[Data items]
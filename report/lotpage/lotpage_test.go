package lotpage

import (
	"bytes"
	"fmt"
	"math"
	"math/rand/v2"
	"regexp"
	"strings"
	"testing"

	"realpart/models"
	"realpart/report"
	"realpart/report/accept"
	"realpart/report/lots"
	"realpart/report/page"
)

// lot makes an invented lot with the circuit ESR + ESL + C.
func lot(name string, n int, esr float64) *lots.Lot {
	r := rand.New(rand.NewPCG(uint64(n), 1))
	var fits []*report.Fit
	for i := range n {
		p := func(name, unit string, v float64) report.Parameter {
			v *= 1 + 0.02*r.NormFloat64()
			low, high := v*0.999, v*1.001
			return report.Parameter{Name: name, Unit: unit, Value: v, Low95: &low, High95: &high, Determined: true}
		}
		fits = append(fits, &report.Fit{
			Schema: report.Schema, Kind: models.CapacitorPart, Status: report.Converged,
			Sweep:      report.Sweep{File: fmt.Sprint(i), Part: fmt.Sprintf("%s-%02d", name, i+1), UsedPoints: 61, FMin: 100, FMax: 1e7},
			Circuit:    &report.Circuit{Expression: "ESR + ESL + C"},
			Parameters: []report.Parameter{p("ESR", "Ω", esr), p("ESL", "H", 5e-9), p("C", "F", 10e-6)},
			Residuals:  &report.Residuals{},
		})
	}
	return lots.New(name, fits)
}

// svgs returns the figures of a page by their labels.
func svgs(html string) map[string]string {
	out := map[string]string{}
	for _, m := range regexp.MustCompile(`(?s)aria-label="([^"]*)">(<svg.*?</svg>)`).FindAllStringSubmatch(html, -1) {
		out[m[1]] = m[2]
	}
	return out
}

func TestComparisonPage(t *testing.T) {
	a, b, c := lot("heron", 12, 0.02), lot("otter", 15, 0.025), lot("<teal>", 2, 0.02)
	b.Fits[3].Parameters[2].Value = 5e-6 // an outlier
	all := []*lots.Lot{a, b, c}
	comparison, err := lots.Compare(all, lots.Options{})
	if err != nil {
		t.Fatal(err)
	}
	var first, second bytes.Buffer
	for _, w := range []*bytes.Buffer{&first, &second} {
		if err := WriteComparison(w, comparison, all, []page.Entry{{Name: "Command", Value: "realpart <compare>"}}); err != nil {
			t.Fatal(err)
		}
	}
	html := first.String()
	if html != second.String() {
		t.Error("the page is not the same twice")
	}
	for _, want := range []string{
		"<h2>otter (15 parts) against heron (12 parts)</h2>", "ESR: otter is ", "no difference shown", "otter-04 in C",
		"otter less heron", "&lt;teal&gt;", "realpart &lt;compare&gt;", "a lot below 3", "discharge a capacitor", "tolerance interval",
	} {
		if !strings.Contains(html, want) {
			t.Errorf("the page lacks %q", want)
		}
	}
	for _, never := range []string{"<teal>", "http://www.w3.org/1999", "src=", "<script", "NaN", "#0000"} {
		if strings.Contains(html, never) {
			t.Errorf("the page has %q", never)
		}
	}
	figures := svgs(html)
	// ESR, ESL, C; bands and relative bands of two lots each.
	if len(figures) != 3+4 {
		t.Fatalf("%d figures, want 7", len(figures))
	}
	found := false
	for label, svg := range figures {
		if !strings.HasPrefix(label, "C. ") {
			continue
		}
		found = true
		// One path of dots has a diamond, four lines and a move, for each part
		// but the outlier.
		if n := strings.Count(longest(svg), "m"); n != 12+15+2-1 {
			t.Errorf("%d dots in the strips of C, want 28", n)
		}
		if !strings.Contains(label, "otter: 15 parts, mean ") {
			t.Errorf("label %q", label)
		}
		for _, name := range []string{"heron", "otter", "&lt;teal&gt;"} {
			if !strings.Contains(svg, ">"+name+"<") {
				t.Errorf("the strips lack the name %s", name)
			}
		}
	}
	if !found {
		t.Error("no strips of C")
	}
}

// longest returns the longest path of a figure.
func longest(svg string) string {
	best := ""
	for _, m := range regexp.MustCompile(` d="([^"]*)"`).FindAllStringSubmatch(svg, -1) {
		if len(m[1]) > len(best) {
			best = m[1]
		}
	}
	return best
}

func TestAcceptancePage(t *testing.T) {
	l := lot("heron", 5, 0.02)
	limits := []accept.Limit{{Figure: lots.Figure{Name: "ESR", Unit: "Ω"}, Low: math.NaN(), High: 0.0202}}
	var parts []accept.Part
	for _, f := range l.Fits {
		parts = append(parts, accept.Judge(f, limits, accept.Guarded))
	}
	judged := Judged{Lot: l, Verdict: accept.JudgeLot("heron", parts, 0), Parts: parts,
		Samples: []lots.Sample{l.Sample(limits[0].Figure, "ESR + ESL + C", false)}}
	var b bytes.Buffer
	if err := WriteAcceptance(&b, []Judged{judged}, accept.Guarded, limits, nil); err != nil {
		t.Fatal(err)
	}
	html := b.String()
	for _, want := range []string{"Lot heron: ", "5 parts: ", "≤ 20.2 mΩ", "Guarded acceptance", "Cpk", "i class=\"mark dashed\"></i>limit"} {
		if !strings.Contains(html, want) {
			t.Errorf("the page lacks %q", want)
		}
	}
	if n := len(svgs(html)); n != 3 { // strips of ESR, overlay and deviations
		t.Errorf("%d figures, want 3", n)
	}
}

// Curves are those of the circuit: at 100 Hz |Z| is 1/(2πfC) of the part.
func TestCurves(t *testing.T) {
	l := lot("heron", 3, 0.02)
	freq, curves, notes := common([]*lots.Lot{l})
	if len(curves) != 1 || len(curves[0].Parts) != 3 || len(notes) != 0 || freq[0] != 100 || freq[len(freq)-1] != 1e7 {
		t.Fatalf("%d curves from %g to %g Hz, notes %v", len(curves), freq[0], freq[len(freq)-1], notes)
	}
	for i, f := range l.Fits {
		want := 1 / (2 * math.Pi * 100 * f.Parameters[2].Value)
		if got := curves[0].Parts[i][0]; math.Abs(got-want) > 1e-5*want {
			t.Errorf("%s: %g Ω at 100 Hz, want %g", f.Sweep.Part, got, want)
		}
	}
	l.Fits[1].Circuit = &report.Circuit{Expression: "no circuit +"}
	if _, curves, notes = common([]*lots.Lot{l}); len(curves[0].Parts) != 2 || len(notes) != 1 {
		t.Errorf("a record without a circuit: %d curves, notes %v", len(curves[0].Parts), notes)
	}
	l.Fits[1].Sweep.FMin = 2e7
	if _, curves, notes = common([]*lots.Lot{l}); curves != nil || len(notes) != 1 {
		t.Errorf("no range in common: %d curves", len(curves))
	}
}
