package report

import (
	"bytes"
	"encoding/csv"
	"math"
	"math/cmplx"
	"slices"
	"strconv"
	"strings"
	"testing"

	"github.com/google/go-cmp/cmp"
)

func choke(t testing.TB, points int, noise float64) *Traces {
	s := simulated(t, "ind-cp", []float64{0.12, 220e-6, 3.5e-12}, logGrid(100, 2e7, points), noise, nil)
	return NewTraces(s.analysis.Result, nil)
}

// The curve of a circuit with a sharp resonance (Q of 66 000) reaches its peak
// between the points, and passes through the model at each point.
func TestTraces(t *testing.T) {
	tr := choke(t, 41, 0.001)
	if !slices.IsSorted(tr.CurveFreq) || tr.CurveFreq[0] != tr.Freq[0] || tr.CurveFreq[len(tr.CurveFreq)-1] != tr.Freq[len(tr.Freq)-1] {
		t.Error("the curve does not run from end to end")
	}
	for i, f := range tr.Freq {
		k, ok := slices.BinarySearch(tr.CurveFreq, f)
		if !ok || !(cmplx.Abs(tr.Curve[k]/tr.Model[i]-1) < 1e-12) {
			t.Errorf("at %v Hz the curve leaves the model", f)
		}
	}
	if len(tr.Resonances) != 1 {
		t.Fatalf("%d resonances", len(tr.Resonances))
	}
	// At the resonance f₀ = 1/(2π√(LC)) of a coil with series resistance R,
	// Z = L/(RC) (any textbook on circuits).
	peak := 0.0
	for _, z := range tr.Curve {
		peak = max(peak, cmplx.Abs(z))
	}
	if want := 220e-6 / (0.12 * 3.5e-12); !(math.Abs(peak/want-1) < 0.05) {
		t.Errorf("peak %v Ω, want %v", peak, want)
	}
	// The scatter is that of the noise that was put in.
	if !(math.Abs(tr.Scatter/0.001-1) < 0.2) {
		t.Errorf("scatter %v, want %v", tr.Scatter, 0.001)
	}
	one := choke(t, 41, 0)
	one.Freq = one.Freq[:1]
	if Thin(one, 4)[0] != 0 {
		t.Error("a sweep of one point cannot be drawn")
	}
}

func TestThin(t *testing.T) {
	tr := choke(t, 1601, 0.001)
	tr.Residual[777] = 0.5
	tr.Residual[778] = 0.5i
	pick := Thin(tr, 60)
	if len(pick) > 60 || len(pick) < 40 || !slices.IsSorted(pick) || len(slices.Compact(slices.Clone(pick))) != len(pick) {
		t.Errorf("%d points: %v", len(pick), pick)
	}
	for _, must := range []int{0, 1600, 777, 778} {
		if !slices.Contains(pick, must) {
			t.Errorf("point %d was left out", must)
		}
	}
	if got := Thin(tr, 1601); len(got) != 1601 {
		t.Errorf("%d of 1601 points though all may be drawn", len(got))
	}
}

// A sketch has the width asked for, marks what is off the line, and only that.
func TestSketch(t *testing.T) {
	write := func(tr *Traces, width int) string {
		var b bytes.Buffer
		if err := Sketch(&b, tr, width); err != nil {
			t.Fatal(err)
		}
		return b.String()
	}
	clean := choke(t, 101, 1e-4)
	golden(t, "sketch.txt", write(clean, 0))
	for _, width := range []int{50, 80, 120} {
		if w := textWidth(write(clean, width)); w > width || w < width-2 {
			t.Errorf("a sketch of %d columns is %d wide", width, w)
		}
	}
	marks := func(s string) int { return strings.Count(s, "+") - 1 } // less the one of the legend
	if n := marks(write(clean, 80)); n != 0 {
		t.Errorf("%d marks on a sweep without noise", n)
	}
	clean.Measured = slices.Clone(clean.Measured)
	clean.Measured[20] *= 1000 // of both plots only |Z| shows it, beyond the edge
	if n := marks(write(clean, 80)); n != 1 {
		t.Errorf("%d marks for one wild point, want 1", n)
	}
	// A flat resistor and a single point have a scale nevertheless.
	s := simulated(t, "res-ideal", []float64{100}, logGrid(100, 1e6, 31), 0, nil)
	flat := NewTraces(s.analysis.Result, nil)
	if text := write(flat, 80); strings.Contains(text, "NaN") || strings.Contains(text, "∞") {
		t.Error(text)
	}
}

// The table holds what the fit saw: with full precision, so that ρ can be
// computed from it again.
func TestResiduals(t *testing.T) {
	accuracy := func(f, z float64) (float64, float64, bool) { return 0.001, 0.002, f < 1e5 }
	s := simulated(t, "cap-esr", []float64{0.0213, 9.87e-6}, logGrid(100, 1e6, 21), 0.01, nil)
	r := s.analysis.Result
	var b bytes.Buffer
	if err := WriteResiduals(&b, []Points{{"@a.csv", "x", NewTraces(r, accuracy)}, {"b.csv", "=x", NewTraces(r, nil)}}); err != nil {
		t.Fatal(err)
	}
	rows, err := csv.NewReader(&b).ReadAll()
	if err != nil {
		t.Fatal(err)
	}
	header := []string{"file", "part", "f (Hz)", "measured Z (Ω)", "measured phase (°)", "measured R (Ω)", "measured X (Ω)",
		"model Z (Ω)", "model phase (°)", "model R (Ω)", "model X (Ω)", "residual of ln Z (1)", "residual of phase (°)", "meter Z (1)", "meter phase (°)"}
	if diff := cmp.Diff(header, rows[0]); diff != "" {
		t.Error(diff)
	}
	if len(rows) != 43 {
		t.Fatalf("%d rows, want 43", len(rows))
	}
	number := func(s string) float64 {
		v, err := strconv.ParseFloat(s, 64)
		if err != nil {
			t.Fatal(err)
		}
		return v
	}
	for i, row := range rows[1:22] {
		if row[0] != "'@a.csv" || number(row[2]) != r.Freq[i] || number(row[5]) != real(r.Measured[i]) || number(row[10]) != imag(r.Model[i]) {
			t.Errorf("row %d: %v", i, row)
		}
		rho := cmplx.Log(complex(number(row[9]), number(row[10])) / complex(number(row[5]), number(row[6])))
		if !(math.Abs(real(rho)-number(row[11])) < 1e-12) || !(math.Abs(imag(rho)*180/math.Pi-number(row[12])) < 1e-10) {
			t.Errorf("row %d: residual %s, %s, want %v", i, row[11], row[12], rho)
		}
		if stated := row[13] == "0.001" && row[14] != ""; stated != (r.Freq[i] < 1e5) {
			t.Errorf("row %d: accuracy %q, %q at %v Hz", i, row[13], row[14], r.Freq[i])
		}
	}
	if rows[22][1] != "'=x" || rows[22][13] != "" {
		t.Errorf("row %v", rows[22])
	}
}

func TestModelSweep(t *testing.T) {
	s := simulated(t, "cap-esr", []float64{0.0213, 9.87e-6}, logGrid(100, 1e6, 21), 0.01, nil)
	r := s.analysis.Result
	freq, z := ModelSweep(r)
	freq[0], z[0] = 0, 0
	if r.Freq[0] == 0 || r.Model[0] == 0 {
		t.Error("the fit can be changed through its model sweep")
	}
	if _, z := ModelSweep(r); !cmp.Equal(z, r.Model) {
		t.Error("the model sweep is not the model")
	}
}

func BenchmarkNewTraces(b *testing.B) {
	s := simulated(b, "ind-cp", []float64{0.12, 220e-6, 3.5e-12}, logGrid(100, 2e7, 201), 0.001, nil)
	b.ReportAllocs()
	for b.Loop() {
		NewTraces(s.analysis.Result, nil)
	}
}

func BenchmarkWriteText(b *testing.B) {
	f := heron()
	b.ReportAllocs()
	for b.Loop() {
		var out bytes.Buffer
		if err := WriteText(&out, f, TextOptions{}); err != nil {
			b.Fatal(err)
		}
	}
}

**Directions for this task**
From the entries above, return exactly the line containing "one.Freq = one.Freq[:1]", the line containing "if w := textWidth(write(clean, width));", and all lines between, and nothing else.

**Reply**
	one.Freq = one.Freq[:1]
	if Thin(one, 4)[0] != 0 {
		t.Error("a sweep of one point cannot be drawn")
	}
}

func TestThin(t *testing.T) {
	tr := choke(t, 1601, 0.001)
	tr.Residual[777] = 0.5
	tr.Residual[778] = 0.5i
	pick := Thin(tr, 60)
	if len(pick) > 60 || len(pick) < 40 || !slices.IsSorted(pick) || len(slices.Compact(slices.Clone(pick))) != len(pick) {
		t.Errorf("%d points: %v", len(pick), pick)
	}
	for _, must := range []int{0, 1600, 777, 778} {
		if !slices.Contains(pick, must) {
			t.Errorf("point %d was left out", must)
		}
	}
	if got := Thin(tr, 1601); len(got) != 1601 {
		t.Errorf("%d of 1601 points though all may be drawn", len(got))
	}
}

// A sketch has the width asked for, marks what is off the line, and only that.
func TestSketch(t *testing.T) {
	write := func(tr *Traces, width int) string {
		var b bytes.Buffer
		if err := Sketch(&b, tr, width); err != nil {
			t.Fatal(err)
		}
		return b.String()
	}
	clean := choke(t, 101, 1e-4)
	golden(t, "sketch.txt", write(clean, 0))
	for _, width := range []int{50, 80, 120} {
		if w := textWidth(write(clean, width)); w > width || w < width-2 {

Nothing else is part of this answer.